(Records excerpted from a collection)
= = = = =

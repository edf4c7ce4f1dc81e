## recipe language front end: scanner, parser, AST, resolve, fmt, diff
## The scanner and parser are generated into the build tree (grammar/).
libcairn_a_SOURCES += src/front/ast.c src/front/ast.h src/front/parse.c src/front/parse.h \
	src/front/suggest.c src/front/suggest.h src/front/resolve.c src/front/resolve.h src/front/eval.c \
	src/front/space.c src/front/ir.c src/front/fmt.c src/front/diff.c
# The generated scanner and parser are compiled as their own convenience
# library, whose objects go into libcairn.a.
noinst_LIBRARIES += libcairn_grammar.a
nodist_libcairn_grammar_a_SOURCES = grammar/recipe.tab.c grammar/recipe.tab.h grammar/recipe.lex.c grammar/recipe.lex.h
libcairn_a_LIBADD = grammar/recipe.tab.$(OBJEXT) grammar/recipe.lex.$(OBJEXT)
BUILT_SOURCES += grammar/recipe.tab.h grammar/recipe.lex.h
CLEANFILES += grammar/recipe.tab.c grammar/recipe.tab.h grammar/recipe.lex.c grammar/recipe.lex.h \
	grammar/recipe.output
EXTRA_DIST += grammar/recipe.y grammar/recipe.l

# bison writes the .c and the .h in one run; the .h rule only orders them.
grammar/recipe.tab.c: $(top_srcdir)/grammar/recipe.y
	@$(MKDIR_P) grammar
	$(AM_V_GEN)$(BISON) -Wall -Werror -o grammar/recipe.tab.c --defines=grammar/recipe.tab.h $(top_srcdir)/grammar/recipe.y
grammar/recipe.tab.h: grammar/recipe.tab.c
	@test -f $@ || { rm -f grammar/recipe.tab.c; $(MAKE) $(AM_MAKEFLAGS) grammar/recipe.tab.c; }
grammar/recipe.lex.c: $(top_srcdir)/grammar/recipe.l grammar/recipe.tab.h
	@$(MKDIR_P) grammar
	$(AM_V_GEN)$(LEX) -o grammar/recipe.lex.c --header-file=grammar/recipe.lex.h $(top_srcdir)/grammar/recipe.l
grammar/recipe.lex.h: grammar/recipe.lex.c
	@test -f $@ || { rm -f grammar/recipe.lex.c; $(MAKE) $(AM_MAKEFLAGS) grammar/recipe.lex.c; }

= = = = =

All of the lines above must be returned exactly as they stand.

__EXERCISE RESULT__
repository edf4c7ce4f1dc81e
## recipe language front end: scanner, parser, AST, resolve, fmt, diff
## The scanner and parser are generated into the build tree (grammar/).
libcairn_a_SOURCES += src/front/ast.c src/front/ast.h src/front/parse.c src/front/parse.h \
	src/front/suggest.c src/front/suggest.h src/front/resolve.c src/front/resolve.h src/front/eval.c \
	src/front/space.c src/front/ir.c src/front/fmt.c src/front/diff.c
# The generated scanner and parser are compiled as their own convenience
# library, whose objects go into libcairn.a.
noinst_LIBRARIES += libcairn_grammar.a
nodist_libcairn_grammar_a_SOURCES = grammar/recipe.tab.c grammar/recipe.tab.h grammar/recipe.lex.c grammar/recipe.lex.h
libcairn_a_LIBADD = grammar/recipe.tab.$(OBJEXT) grammar/recipe.lex.$(OBJEXT)
BUILT_SOURCES += grammar/recipe.tab.h grammar/recipe.lex.h
CLEANFILES += grammar/recipe.tab.c grammar/recipe.tab.h grammar/recipe.lex.c grammar/recipe.lex.h \
	grammar/recipe.output
EXTRA_DIST += grammar/recipe.y grammar/recipe.l

# bison writes the .c and the .h in one run; the .h rule only orders them.
grammar/recipe.tab.c: $(top_srcdir)/grammar/recipe.y
	@$(MKDIR_P) grammar
	$(AM_V_GEN)$(BISON) -Wall -Werror -o grammar/recipe.tab.c --defines=grammar/recipe.tab.h $(top_srcdir)/grammar/recipe.y
grammar/recipe.tab.h: grammar/recipe.tab.c
	@test -f $@ || { rm -f grammar/recipe.tab.c; $(MAKE) $(AM_MAKEFLAGS) grammar/recipe.tab.c; }
grammar/recipe.lex.c: $(top_srcdir)/grammar/recipe.l grammar/recipe.tab.h
	@$(MKDIR_P) grammar
	$(AM_V_GEN)$(LEX) -o grammar/recipe.lex.c --header-file=grammar/recipe.lex.h $(top_srcdir)/grammar/recipe.l
grammar/recipe.lex.h: grammar/recipe.lex.c
	@test -f $@ || { rm -f grammar/recipe.lex.c; $(MAKE) $(AM_MAKEFLAGS) grammar/recipe.lex.c; }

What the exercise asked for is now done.